LOUISVILLE, Ky. — He has grown up to be Ivy League Freshman of the Year, and the ones who best remember when and how a young boy’s basketball obsession began will be at the KFC Yum! Center on Friday night cheering Caden Pierce and Princeton on against Creighton, with an improbable South Regional berth in the Elite Eight on the line.
“Am I dreaming this by the way?” Greg Pierce asks over the phone. “Is Princeton really in the Sweet 16?”
He is the father who played tight end at Northwestern. His wife, Stephanie, is the 5-foot-11 mother who played volleyball at Northwestern. Their 24-year-old son, Justin, plays basketball overseas in Montenegro. Their 22-year-old son, Alec, was a rookie wide receiver for the NFL Colts last season.
Their 18-year-old son, Caden, is now a 6-6 forward averaging 30.2 minutes, 8.3 points and a team-high 7.4 rebounds for Princeton.
“We would drag him along to all of his brothers’ games,” Greg told The Post. “At age 4, he would take that ball during timeouts at halftime and shoot 3-pointers and make it, and slowly work his way back as far as he could physically throw a ball and make a lot of these shots during breaks in halftimes. He just had that hand-eye coordination really early. The crowd would encourage him to just throw these shots up as like a 4-, 5-, 6-year-old.”
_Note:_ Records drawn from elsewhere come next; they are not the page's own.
#: Columns of the summary table: (key, header, kind), kind is "time", "conc", "area" or "".
SUMMARY_COLUMNS = (
    ("start", "start", "conc"),
    ("half_life", "half-life", "time"),
    ("time_to_90_percent_remaining", "90 % left at", "time"),
    ("time_to_10_percent_remaining", "10 % left at", "time"),
    ("t_max", "t_max", "time"),
    ("c_max", "c_max", "conc"),
    ("yield_at_max", "yield at max [-]", ""),
    ("limit", "limit", "conc"),
    ("limit_kind", "limit kind", ""),
    ("time_to_limit", "within 1 % of limit at", "time"),
    ("lifetime", "lifetime 1/Σk", "time"),
    ("first_order_half_life", "ln2/Σk", "time"),
    ("area_to_window_end", "area to end of window", "area"),
    ("area_to_infinity", "area to infinity", "area"),
    ("mean_residence_time", "mean residence time", "time"),
)


def _finite(x):
    """JSON has no inf/nan: map them to None."""
    if x is None:
        return None
    x = float(x)
    return x if x == x and abs(x) != float("inf") else None


#: Largest table ``kinetics check`` prints by default [rows]: above it a table is no
#: longer read but scrolled, and drawing tens of thousands of rows takes seconds.  A
#: scheme with more species or steps gets an overview instead (counts, the balance
#: verdict and every problem found); ``--full-tables`` and ``--json`` give everything.
CHECK_TABLE_ROWS = 200

#: Largest scheme whose ``check --json`` carries the dense rate matrix.
DENSE_JSON_MAX = 2000


def check_report(scheme: Scheme) -> dict:
    """Everything ``kinetics check`` reports, as a JSON-ready dict."""
    from .balance import mass_balance
    from .network import summarise_network

    balance = mass_balance(scheme)
    network = summarise_network(scheme)
    K = scheme.rate_matrix_sparse().tocoo()
    if len(scheme.species) <= DENSE_JSON_MAX:
        dense_rows = K.toarray().tolist()
        entries = None
    else:
        dense_rows = None
        entries = [
            [int(i), int(j), float(v)] for i, j, v in zip(K.row, K.col, K.data, strict=True) if v
        ]
    details = []
    for s in scheme.species + scheme.excess_species:
        details.append(
            {
                "name": s.name,
                "role": network.roles[s.name],
                "formula": s.formula,
                "molar_mass_g_per_mol": s.molar_mass,
                "start": scheme.initial.get(s.name, 0.0) if not s.excess else None,
                "excess": scheme.excess.get(s.name) if s.excess else None,
                "feed_per_s": scheme.feed.get(s.name),
            }
        )
    steps = []
    for i, step in enumerate(scheme.steps):
        constant = scheme.constants[step.constant]
        reaction = scheme.reactions[step.reaction]
        steps.append(
            {
                "equation": step.equation,
                "k_per_s": float(scheme.rates[i]),
                "reaction": reaction.equation,
                "direction": step.direction,
                "constant": step.constant,
                "given": constant.text,
                "line": reaction.line,
            }
        )
    constants = {}
    for name, c in scheme.constants.items():
        entry = {"given": c.text, "unit": c.unit, "order": c.order + 1, "line": c.line}
        entry["si_value"] = (
            _finite(c.si_value(scheme.temperature))
            if (c.arrhenius is None or scheme.temperature is not None)
            else None
        )
        if c.arrhenius is not None:
            entry["arrhenius"] = {
                "A": c.arrhenius.prefactor_text,
                "Ea": c.arrhenius.energy_text,
                "Ea_J_per_mol": c.arrhenius.activation_energy,
            }
        constants[name] = entry
    return {
        "title": scheme.title,
        "source": scheme.source,
        "software": f"kinetics {__version__}",
        "species": scheme.species_names,
        "excess_species": [s.name for s in scheme.excess_species],
        "species_details": details,
        "rate_matrix": dense_rows,
        **({"rate_matrix_entries": entries} if entries is not None else {}),
        "feed": dict(scheme.feed),
        "initial": {name: scheme.initial.get(name, 0.0) for name in scheme.species_names},
        "excess": dict(scheme.excess),
        "concentration_unit": scheme.concentration_unit,
        "temperature_K": scheme.temperature,
        "constants": constants,
        "reactions": steps,
        "balance": balance.to_dict(),
        "network": network.to_dict(),
        "warnings": list(scheme.warnings),
    }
Stephanie: “We would go to see Justin and Alec’s basketball games, and he’d always have a ball with him, and every single time there was a timeout or anything on the floor he’d go out and shoot. He was tiny, tiny, tiny. He’s the smallest I’ve ever seen be able to shoot on a 10-foot hoop. He could somehow use his body and could maneuver and throw the ball up and make a 10-foot basket. And the refs would, like, stop and watch him and pet him on the head. He was obsessed with it, really.”
Caden’s favorite player growing up in Glen Ellyn, Ill., was Derrick Rose. “We would play on the front driveway all the time,” Caden recalled. “Usually my dad would be the fourth player. Sometimes we’d switch up the teams, but I was the weakest one at that point.”
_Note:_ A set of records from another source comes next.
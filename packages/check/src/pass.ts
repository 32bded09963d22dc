/**
 * The checking pass as a mergeable partial state. `createPass` compiles the codebook against a
 * header; `push` classifies batches of rows (the hot path); `finish` hands back a plain,
 * structured-cloneable {@link PartialResult}. Parts of one delivery (for example byte ranges
 * read by worker threads) are combined by `mergePartials` in row order, and `finalize` turns a
 * partial into the CheckResult: quartiles, fences and outliers from the retained values,
 * header and item-level findings, findings sorted and capped per rule.
 */
import type { CompiledCodebook, CompiledExpression } from '@codeweir/codebook';
import type { RowBatch } from '@codeweir/read';
import { compileClassifiers, INVALID, KINDS, MISSING, VALID, VALID_WARN, type ItemClassifier } from './classify.ts';
import { mapHeader, type HeaderMap } from './header.ts';
import { normalizeCheckOptions, type CheckOptions, type CheckOptionsInput } from './options.ts';
import { rules, RULE_NUMBER, RULE_ORDER } from './rules/index.ts';
import { Chunked } from './grow.ts';
import { NumberFirsts, TextFirsts, type Firsts, type UniqueEntries } from './unique.ts';
import type { Finding, FindingSeverity } from './types.ts';

/** Tally slots per item: valid, invalid, then one per missing kind (blank first). */
export const SLOTS = 2 + KINDS.length;
/** Severities by number, for the severity counters. */
export const SEVERITIES: readonly FindingSeverity[] = ['error', 'warning', 'info'];
const NR = RULE_ORDER.length;
const R = RULE_NUMBER;
const ST_VALID = 0;
const ST_MISSING = 1;
const ST_INVALID = 2;
const ST_ABSENT = 3;
/** Cell outcome past the end of a ragged row: invalid, explained by the row's ragged-row finding. */
const CELL_ABSENT = 4;
/** The tally number of the `not-applicable` kind (a valid skip). */
const NOT_APPLICABLE = KINDS.indexOf('not-applicable');
/** Group key of a row whose group cell is missing (or whose group column is absent). */
export const GROUP_MISSING = '(missing)';
/** Group key of a row whose group cell is invalid. */
export const GROUP_INVALID = '(invalid)';
/** Longest value text kept in a finding; longer values are cut (the message says why). */
const MAX_VALUE_CHARS = 1000;

/** Per-row group keys and per-key tallies of one group item. */
export interface GroupPartial {
  item: string;
  keys: string[];
  /** One Float64Array(items x SLOTS) per key, same order as `keys`. */
  tallies: Float64Array[];
  /** Key index of each row. */
  rowKeys: Uint32Array;
}

/** Id text per row, for findings made after the pass (outliers, duplicates across parts). */
export interface IdColumn {
  /** Numeric id items: the parsed id, NaN where it was not valid. */
  numbers?: Float64Array;
  /** Text id items: the trimmed cell. */
  texts?: string[];
  /** Numeric id items: trimmed cell text of rows whose id was not valid, by 1-based row. */
  odd: Map<number, string>;
}

/**
 * The state of a pass over some rows, plain data only. Row numbers in `findings`, `unique`
 * and `ids.odd` are 1-based within the part; {@link mergePartials} shifts them. `codebook` is
 * the one field that is not structured-cloneable: a worker sends {@link detachPartial}'s form
 * and the receiver puts the codebook back with {@link attachPartial}.
 */
export interface PartialResult {
  codebook: CompiledCodebook;
  options: CheckOptions;
  header: HeaderMap;
  file?: string;
  rows: number;
  /** items x SLOTS. */
  tallies: Float64Array;
  /** items x rules: row-level findings by item and rule. */
  findingCounts: Float64Array;
  /** Row-level findings by rule. */
  ruleTotals: Float64Array;
  /** Row-level findings by severity number ({@link SEVERITIES}). */
  severityTotals: Float64Array;
  /** items x 3: asked, skipped, undetermined. */
  routing: Float64Array;
  /** codebook rules x 4: passed, failed, undetermined, skipped. */
  rules: Float64Array;
  trimmed: Float64Array;
  unbinned: Float64Array;
  /** recordMissing[k]: rows with exactly k present items missing. */
  recordMissing: Float64Array;
  groups: GroupPartial[];
  /** By item index: retained values (coded: 1 + code index; numeric: value or NaN), or null. */
  columns: Array<Float64Array | Uint16Array | null>;
  ids: IdColumn | null;
  /** By item index: first occurrences of each value of a unique item, or null. */
  unique: Array<UniqueEntries | null>;
  /** Row-level findings, in row order, at most maxFindingsPerRule per rule. */
  findings: Finding[];
}

/** A pass in progress. */
export interface Pass {
  push(batch: RowBatch): void;
  /**
   * The partial result of the rows pushed since the pass was made or last finished. The pass
   * then starts afresh (rows numbered from 1 again) and takes the batches of another range of
   * the same file: one pass per thread, whose functions the engine optimizes once, not again
   * for every range.
   */
  finish(): PartialResult;
}

interface Routed {
  item: number;
  expr: CompiledExpression;
  vars: number[];
}

interface RuleSlot {
  index: number;
  id: string;
  test: CompiledExpression;
  when?: CompiledExpression;
  severity: number;
  message: string;
  testVars: number[];
  whenVars: number[];
}

function varIndices(codebook: CompiledCodebook, e: CompiledExpression): number[] {
  if (e.variableIndices && e.variableIndices.length === e.variables.length) return [...e.variableIndices];
  return e.variables.map((v) => codebook.byName.get(v)?.index ?? -1);
}

function cutValue(v: string): string {
  return v.length > MAX_VALUE_CHARS ? `${v.slice(0, MAX_VALUE_CHARS)}...` : v;
}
He never stopped playing. “We played a lot of two-on-two during COVID, during quarantine with some of our neighbors, some of our friends. We weren’t really supposed to during quarantine, but we got the cops called on us a couple of times because of breaking the quarantine rules,” Caden said with a smile, “but we were saying we were playing with another brother.”
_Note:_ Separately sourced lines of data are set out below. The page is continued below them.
@_styled
def se_plot(summary: pd.DataFrame, variable=None, ax=None, keep: dict | None = None):
    """Estimated SE (root mean square of the replicates' SEs) against the empirical SE.

    A point below the diagonal means the variance formula understates the real spread, so the
    intervals are too narrow.  Horizontal bars: 95% Monte Carlo interval of the empirical SE,
    MCSE = empSE / sqrt(2 (R - 1)) (Morris, White & Crowther 2019, Table 6).
    """
    rows = all_rows(summary, variable, keep=keep)
    var = rows["variable"].iloc[0]
    ax = _axes(ax, 4.2)
    designs = [d for d in design_order(summary) if d in set(rows["design"])]
    colours, markers = design_colours(design_order(summary)), _marker_map(rows)
    for (d, e), g in rows.groupby(["design", "estimator"], sort=False):
        g = g.sort_values("size")
        if len(g) > 1:
            ax.plot(g["empirical_se"], g["mean_se"], color=colours[d], linewidth=0.8, alpha=0.6)
        ax.errorbar(
            g["empirical_se"],
            g["mean_se"],
            xerr=MC_Z * g["empirical_se_mcse"],
            fmt=markers[e],
            color=colours[d],
            capsize=2,
            markersize=6,
            linestyle="",
        )
    vals = np.r_[rows["empirical_se"].to_numpy(float), rows["mean_se"].to_numpy(float)]
    vals = vals[np.isfinite(vals) & (vals > 0)]
    if len(vals):
        lo, hi = vals.min(), vals.max()
        if hi / lo > 8:
            ax.set_xscale("log")
            ax.set_yscale("log")
            for axis in (ax.xaxis, ax.yaxis):
                axis.set_major_formatter(FuncFormatter(lambda v, _pos: f"{v:g}"))
                axis.set_minor_formatter(FuncFormatter(lambda v, _pos: ""))
            lo, hi = lo / 1.3, hi * 1.3
        else:
            pad = 0.12 * (hi - lo) if hi > lo else 0.2 * hi
            lo, hi = max(0.0, lo - pad), hi + pad
        ax.plot([lo, hi], [lo, hi], color=TRUTH_COLOUR, linestyle="--", linewidth=1.0)
        ax.set_xlim(lo, hi)
        ax.set_ylim(lo, hi)
        ax.text(
            0.03,
            0.97,
            "formula overstates the spread\n(intervals wider than needed)",
            transform=ax.transAxes,
            va="top",
            ha="left",
            fontsize=8,
            color="#444444",
        )
        ax.text(
            0.97,
            0.03,
            "formula understates the spread\n(intervals too narrow)",
            transform=ax.transAxes,
            va="bottom",
            ha="right",
            fontsize=8,
            color="#444444",
        )
    ax.set_xlabel(f"Empirical SE: real spread of the estimates ({plain(var)})")
    ax.set_ylabel(f"Estimated SE from the formula ({plain(var)})")
    ax.set_title("Does the standard-error formula tell the truth?")
    _design_legend(ax, designs, colours, markers, loc="upper left")
    ax.legend_.set_bbox_to_anchor((1.0, 1.0))
    return ax


def zip_order(estimate, se, truth):
    """Replicate order for the ranked-interval ("zip") plot: by |estimate - truth| / se.

    Notes
    -----
    Morris, White & Crowther (2019), sec. 6 and Fig. 4: intervals ranked by the p-value of
    their test of the true value; the intervals above the nominal centile are the misses.
    Ranking by |z| = |estimate - truth| / se gives the same order.  A zero SE counts as an
    infinite miss unless the estimate equals the truth.
    """
    est, se = np.asarray(estimate, float), np.asarray(se, float)
    diff = np.abs(est - truth)
    with np.errstate(divide="ignore", invalid="ignore"):
        z = np.where(se > 0, diff / se, np.where(diff > 0, np.inf, 0.0))
    return np.argsort(z, kind="stable")


@_styled
def interval_panel(
    rep: pd.DataFrame,
    truth: float,
    confidence: float,
    colour: str,
    title: str = "",
    shown: int = 100,
    ax=None,
):
    """One design's ranked replicate intervals: ``shown`` of them, evenly spaced in rank.

    Intervals that hold the truth are drawn in the design's colour, misses in black; the
    dashed line marks the nominal level, below which the covering intervals should end.
    """
    ax = _axes(ax, 3.0)
    order = zip_order(rep["estimate"].to_numpy(), rep["se"].to_numpy(), truth)
    R = len(order)
    w = sample_weights(rep)[order]
    mid = np.cumsum(w) - w / 2.0  # each interval at the middle of its share of the rank scale
    targets = (np.arange(min(shown, R)) + 0.5) / min(shown, R)
    pick = np.unique(np.minimum(np.searchsorted(np.cumsum(w), targets - 1e-12), R - 1))
    idx = order[pick]
    lo, hi = rep["lower"].to_numpy()[idx], rep["upper"].to_numpy()[idx]
    cover = holds(lo, hi, truth)
    centile = 100.0 * mid[pick]
    for mask, col, lw in ((cover, colour, 1.0), (~cover, MISS_COLOUR, 1.2)):
        if mask.any():
            ax.hlines(centile[mask], lo[mask], hi[mask], colors=col, linewidth=lw)
    ax.axvline(truth, color=TRUTH_COLOUR, linewidth=0.9)
    ax.axhline(100.0 * confidence, color="#555555", linestyle="--", linewidth=0.9)
    ax.set_ylim(0, 100)
    ax.set_title(title, fontsize=8.5)
    ax.grid(visible=False)
    return ax


@_styled
def interval_plot(
    replicates: pd.DataFrame,
    summary: pd.DataFrame,
    confidence: float = 0.95,
    variable=None,
    fig: Figure | None = None,
    keep: dict | None = None,
    shown: int = 100,
) -> Figure:
    """Ranked replicate intervals, one panel per design and size (Morris, White & Crowther 2019, Fig. 4).

    Returns the Figure (it has one Axes per panel; see :func:`interval_panel` for one panel).
    """
    rows = primary_rows(summary, variable, keep=keep)
    var = rows["variable"].iloc[0]
    k = len(rows)
    ncol = min(3, k)
    nrow = int(np.ceil(k / ncol))
    fig = fig or new_figure(0.6 + 2.3 * nrow)
    axes = fig.subplots(nrow, ncol, sharey=True, squeeze=False)
    colours = design_colours(design_order(summary))
    sel = replicates[replicates["variable"] == var]
    groups = {key: g for key, g in sel.groupby(["design", "size", "estimator"], sort=False)}
    truth = float(rows["truth"].iloc[0])
    for i, r in enumerate(rows.itertuples(index=False)):
        ax = axes[i // ncol][i % ncol]
        g = groups.get((r.design, r.size, r.estimator))
        label = plain(cell_label(r.design, r.method, r.size, getattr(r, "mean_n", None)))
        title = f"{label}\nhold the truth: {100 * r.coverage:.1f}%"
        if g is not None and len(g):
            interval_panel(g, truth, confidence, colours[r.design], title=title, shown=shown, ax=ax)
    for j in range(k, nrow * ncol):
        axes[j // ncol][j % ncol].set_visible(False)
    for row in axes:
        row[0].set_ylabel("Rank of the miss\n(centile)")
    which = "possible" if "probability" in replicates.columns else "simulated"
    fig.supxlabel(
        f"{100 * confidence:g}% interval for the mean {plain(var)} from each {which} sample "
        f"(each panel has its own scale)",
        fontsize=9,
    )
    fig.suptitle(
        f"Which intervals miss? Up to {shown} ranked intervals per design (black: misses the true value)",
        fontsize=10,
    )
    return fig


def frontier_table(summary: pd.DataFrame, frontier: pd.DataFrame | None, variable=None) -> pd.DataFrame:
    """Cost and precision points to plot: frontier.csv when the run has one, else the summary."""
    var = _variable(summary, variable)
    if (
        frontier is not None
        and len(frontier)
        and {"mean_cost", "moe", "design", "size"} <= set(frontier.columns)
    ):
        f = frontier.copy()
        if "variable" in f.columns:
            f = f[f["variable"] == var]
        if "method" not in f.columns:
            f = f.merge(summary[["design", "method"]].drop_duplicates(), on="design", how="left")
        if "estimator" not in f.columns:
            f["estimator"] = ""
        return f.reset_index(drop=True)
    return summary[summary["variable"] == var].reset_index(drop=True)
Greg and Stephanie encouraged their boys to be active.
“Athletics had been such a huge part of my family growing up,” Caden said. “Both my parents played in college, both my brothers played in college, and beyond even. So just seeing how hard they all have worked has just inspired me and it’s made me who I am today.”
Justin was at William & Mary for three years before grad-transferring to North Carolina. “He went to North Carolina thinking he was gonna make the tournament, but it ended up being that COVID year,” Alec told The Post by phone.
So forgive Justin for living vicariously through his baby brother. Who somehow grabbed 16 rebounds against Missouri in the second round in Sacramento.
“He’s super kind and he’s super sweet and his teachers would always compliment him on just being a very kind person in class and very smart,” Stephanie said. “But then he’s looking pretty tough out there, he’s looking pretty fierce, and he’s going up and he’s attacking and coming down with those rebounds and fighting. He’s a different kid when he’s out playing than in real life.”
Caden led Glenbard West to the Class 4A IHSA State championship a year ago. He was a two-time All-State selection.
“I think I kinda just embody toughness,” Caden said. “I think grittiness, doing the dirty work. And then selflessness, I think I just kinda do whatever the team needs me to do, whether it’s some games giving up some scoring opportunities and crashing the offensive glass, or some other games knocking down shots.”
He is proud to play on a brotherhood Princeton team that is not scared of anyone.
Alec: “Me and my brothers, we used to always watch the tournament growing up, and it was like something that we always loved watching, and something you always dreamed to be in. My older brother never got a chance to play in it — it’s really cool watching my youngest brother be able to live out that dream.”
Greg: “Cade was always like the little guy coming around to all those things for the older boys. We’re all here for him. It’s like his time.”
Stephanie: “The fact that both the big brothers have to get to sit there and cheer for their baby brother when his whole entire life was spent watching them do everything, I think is really, really special.”
“It’s a dream come true,” Caden said. “I think I can speak for the whole team, but it’s why I got into basketball, just playing in March Madness in general, watching it on TV, seeing “One Shining Moment” at the end of the tournament every year, it’s a true inspiration for me and I think the whole team.”